His gaze drops back to the book. Vex blinks hard to dispel the memory of him staring at the gun in his hands instead, Professor Anders’ name burning off the barrel. “It’s all right,” Percy says levelly. “It was a very different time. And I learned.” His voice shades just slightly sardonic. “I learned.”

She swallows. Looking at him now, Vex feels herself losing interest in the information she’s supposed to be searching for. She puts one hand to his shoulder. He might be wearing multiple layers, but she still feels the warmth there— _reminds_ herself of the warmth there, the reality of Percy as he is—and watches him turn to her.

“Read me some more,” she says, gently entreating. “I’ve never gotten to hear much of it before. And I’d like to learn it, too.”

He studies her as intently as he’d been reading the book. “And there might be clues.”

She waves the other hand. “Yes, and there might be clues.”

For a moment he says nothing. Finally there’s the faintest hint of a smile. “Sit with me, then?”

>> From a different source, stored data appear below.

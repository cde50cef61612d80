"""Diagrams: exact places and values, upright jumps, named extremes, and nothing for nothing."""

from __future__ import annotations

import re
from itertools import pairwise
from typing import Any

import numpy as np
import pytest

from server.errors import InputError
from server.sheets import diagram_svg, flow_svg, joint_svg
from server.sheets.diagrams import QUANTITIES, thinned, ticks
from server.sheets.smooth import rounded
from tests.sheets import drawing_fixtures as fixtures
from tests.sheets.drawing_reading import collisions, letters, outside, polyline, root, texts


def frame(svg: str) -> tuple[float, float]:
    """Pixels of a unit of the value, and of zero."""
    return float(str(root(svg).get("data-scale"))), float(str(root(svg).get("data-zero")))


@pytest.mark.parametrize("quantity", QUANTITIES)
@pytest.mark.parametrize("name", fixtures.DEMOS)
def test_nothing_lettered_overlaps_or_leaves_the_sheet(name: str, quantity: str) -> None:
    result = fixtures.DEMOS[name]()
    svg = diagram_svg(result, quantity, display=result["display"])
    assert collisions(letters(svg)) == []
    assert outside(svg) == []


def test_the_curve_goes_through_the_stored_values() -> None:
    result = fixtures.box_beam()
    svg = diagram_svg(result, "moment")
    per_value, zero = frame(svg)
    curve = polyline(svg, "max")
    x = np.interp(result["diagrams"]["at"], [0, 6000], [58, 640 - 22])
    y = zero + np.array(result["diagrams"]["moment"]["max"]) * per_value
    drawn = np.interp(x, [p[0] for p in curve], [p[1] for p in curve])
    assert np.abs(drawn - y).max() < 0.25


def test_sagging_is_drawn_down_and_positive_shear_up_and_both_are_said() -> None:
    moment, shear = (diagram_svg(fixtures.box_beam(), quantity) for quantity in ("moment", "shear"))
    assert max(y for _, y in polyline(moment, "max")) > frame(moment)[1] + 50
    assert polyline(shear, "max")[0][1] < frame(shear)[1] - 30
    assert any("sagging positive, drawn down" in text for text in texts(moment))
    assert any("drawn up" in text for text in texts(shear))


def test_jumps_are_upright() -> None:
    svg = diagram_svg(fixtures.strip(), "shear")
    curve = polyline(svg, "max")
    steps = [(a, b) for a, b in pairwise(curve) if a[0] == b[0] and a[1] != b[1]]
    assert len(steps) == 1
    (x, above), (_, below) = steps[0]
    assert x == pytest.approx(58 + 0.5 * 560, abs=0.06)
    assert (below - above) / abs(frame(svg)[0]) == pytest.approx(7000, rel=0.01)


def test_extremes_are_lettered_with_value_place_and_combination() -> None:
    found = texts(diagram_svg(fixtures.box_beam(), "shear"))
    assert "14.6 kN at 0, all together" in found
    assert "−13.6 kN at 6 m, all together" in found
    assert "2128 lbf at 0, all" in [
        text.replace("\u2009", "") for text in texts(diagram_svg(fixtures.deck(), "shear", display="US"))
    ]


def test_the_stored_extreme_is_lettered_and_not_the_highest_drawn_point() -> None:
    result = fixtures.box_beam()
    result["member"]["moment"] |= {"max": 22.345e6, "at_max": 2761.0, "combination_max": "exact"}
    svg = diagram_svg(result, "moment")
    assert any(
        text.startswith("22.34 kN·m at 2.761 m, exact") or text.startswith("22.35 kN·m at 2.761 m")
        for text in texts(svg)
    )


def test_an_envelope_shows_greatest_and_least() -> None:
    svg = diagram_svg(fixtures.box_beam(), "moment")
    assert 'class="min"' in svg
    assert any("solid greatest, dashed least" in text for text in texts(svg))
    alone = diagram_svg(fixtures.strip(), "moment")
    assert 'class="min"' not in alone
    assert not any("dashed" in text for text in texts(alone))


def test_axes_have_units_and_round_steps() -> None:
    svg = diagram_svg(fixtures.strip(), "moment")
    assert "Bending moment [kN·m]" in texts(svg)
    assert {"0", "5", "10", "15", "20", "0 m"} <= set(texts(svg))
    us = diagram_svg(fixtures.deck(), "deflection", display="US")
    assert "Deflection [in]" in texts(us)
    assert {"0.1", "0.2", "0 ft", "8"} <= set(texts(us))


@pytest.mark.parametrize(
    ("low", "high", "most", "expected"),
    [
        (0, 10, 5, [0, 2, 4, 6, 8, 10]),
        (-7, 23, 4, [0, 10, 20]),
        (0, 1, 5, [0, 0.2, 0.4, 0.6, 0.8, 1.0]),
        (0, 47e3, 5, [0, 10e3, 20e3, 30e3, 40e3]),
        (3, 3, 5, [3]),
    ],
)
def test_ticks_step_by_one_two_or_five(low: float, high: float, most: int, expected: list[float]) -> None:
    assert ticks(low, high, most) == pytest.approx(expected)


@pytest.mark.parametrize("quantity", QUANTITIES)
def test_nothing_everywhere_is_a_flat_line(quantity: str) -> None:
    result = fixtures.strip()
    count = len(result["diagrams"]["at"])
    result["diagrams"][quantity] = {"max": [0.0] * count, "min": [0.0] * count}
    result["member"][quantity] = {**result["member"]["moment"], "max": 0.0, "min": 0.0, "at_max": 0.0, "at_min": 0.0}
    svg = diagram_svg(result, quantity)
    assert "0 everywhere" in texts(svg)
    assert "nan" not in svg
    assert len({y for _, y in polyline(svg, "max")}) == 1


def test_what_no_combination_asks_for_is_said() -> None:
    result = fixtures.strip()
    del result["diagrams"]["deflection"], result["member"]["deflection"]
    assert any("nothing to draw" in text for text in texts(diagram_svg(result, "deflection")))
    del result["diagrams"]["joints"]
    assert any("there is no joint" in text for text in texts(flow_svg(result)))


def test_an_unknown_quantity_is_refused_by_name() -> None:
    with pytest.raises(InputError, match="'torque'; choose one of shear, moment"):
        diagram_svg(fixtures.strip(), "torque")


def test_supports_inside_the_member_are_marked() -> None:
    svg = diagram_svg(fixtures.cross_bearer(), "shear")
    marks = next(p for p in root(svg).iter() if p.get("class") == "supports")
    places = [float(n) for n in re.findall(r"M([\d.]+)", str(marks.get("d")))]
    assert places == pytest.approx([58 + 560 * 550 / 2400, 58 + 560 * 1850 / 2400], abs=0.06)


def test_few_points_are_written_and_none_that_matters_is_lost() -> None:
    x = np.linspace(0, 560, 2001)
    y = 80 * np.sin(x / 40) + np.where(x > 300, 25.0, 0.0)
    few_x, few_y = thinned(x, y)
    assert len(few_x) < 200
    assert (few_x[0], few_x[-1]) == (0, 560)
    assert np.abs(np.interp(x, few_x, few_y) - y).max() < 1.0
    straight = thinned(np.linspace(0, 100, 65), np.linspace(0, 50, 65))
    assert len(straight[0]) <= 5


@pytest.mark.parametrize("name", fixtures.DEMOS)
def test_a_drawing_is_small(name: str) -> None:
    result = fixtures.DEMOS[name]()
    for quantity in ("shear", "moment", "deflection"):
        assert len(diagram_svg(result, quantity, display=result["display"])) < 6000


def test_one_joint_is_drawn_with_its_number() -> None:
    svg = joint_svg(fixtures.box_beam(), "bottom flange/web L")
    assert "Shear flow in joint 3, bottom flange/web L [N/mm]" in texts(svg)
    assert any(text.startswith("17.8 N/mm at 0") for text in texts(svg))
    assert collisions(letters(svg)) == []


def test_joints_that_carry_the_same_share_a_lane() -> None:
    svg = flow_svg(fixtures.box_beam())
    assert svg.count('class="max"') == 1
    assert "joints 1, 2, 3, 4" in texts(svg)
    assert "17.8 N/mm at 0, all together" in texts(svg)


def test_joints_that_differ_are_drawn_to_one_scale() -> None:
    result = fixtures.stack(4)
    svg = flow_svg(result)
    curves = [str(p.get("d")) for p in root(svg).iter() if p.get("class") == "max"]
    assert len(curves) == 3

    def rise(path: str) -> float:
        zero, first = re.findall(r"M[\d.]+ ([\d.]+)L[\d.]+ ([\d.]+)", path)[0]
        return float(zero) - float(first)

    assert rise(curves[2]) == pytest.approx(3 * rise(curves[0]), abs=0.2)
    assert collisions(letters(svg)) == []
    assert outside(svg) == []


def test_sixty_joints_make_sixty_lanes() -> None:
    svg = flow_svg(fixtures.stack(60))
    assert svg.count('class="max"') == 59
    assert collisions(letters(svg)) == []


def test_combination_names_are_text_and_never_markup() -> None:
    result: dict[str, Any] = fixtures.strip()
    result["member"]["shear"]["combination_max"] = '<b onload="x">'
    assert any('<b onload="x">' in text for text in texts(diagram_svg(result, "shear")))


def test_a_curve_is_drawn_round_between_its_samples_and_sharp_at_kinks_and_jumps() -> None:
    x = np.array([0.0, 1, 2, 3, 3, 4, 5, 6])
    y = np.array([0.0, 5, 8, 9, -1, 0, -1, -4])  # two parabolas with a jump between them
    xs, ys = rounded(x, y)
    first = xs < 3
    assert ys[first] == pytest.approx(6 * xs[first] - xs[first] ** 2)
    second = xs > 3
    assert ys[second] == pytest.approx(-((xs[second] - 4) ** 2))
    tent = np.array([0.0, 1, 2, 3, 2, 1, 0])
    xs, ys = rounded(np.arange(7.0), tent)
    assert ys == pytest.approx(np.interp(xs, np.arange(7.0), tent))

He gestures to the window, whose sill is just wide enough for the both of them. Vex settles there with the light still hovering helpfully over one shoulder. She supposes she’s advertising their presence by letting it linger so near the glass, but there’s also something oddly comforting about it, to say nothing of the practical need, so she’s not going to send it away. Besides, it strikes her anew that Percy had come to her without his own. When he takes off his coat, hooks it over a ladder rung, and sits beside her, she nudges the light around to bring him out of shadow. The contact makes her fingertips tingle. The warmth in his expression makes that feeling pleasantly spread.

“What part would you like me to read?” he asks.

She shrugs a little, letting her shoulder brush against his. “Any of it. Anything useful.” She pauses, her tone softening. “Anything you like.”

That fleeting smile of his returns. With that he returns to the page they’d read before, beginning the translation again. He sounds more relaxed now, occasionally pausing to explain a word or turn of phrase. Vex finds herself struck by both the beauty and the strangeness of the sound: the language of the angels, from someone who’s had to speak so closely with the darkness.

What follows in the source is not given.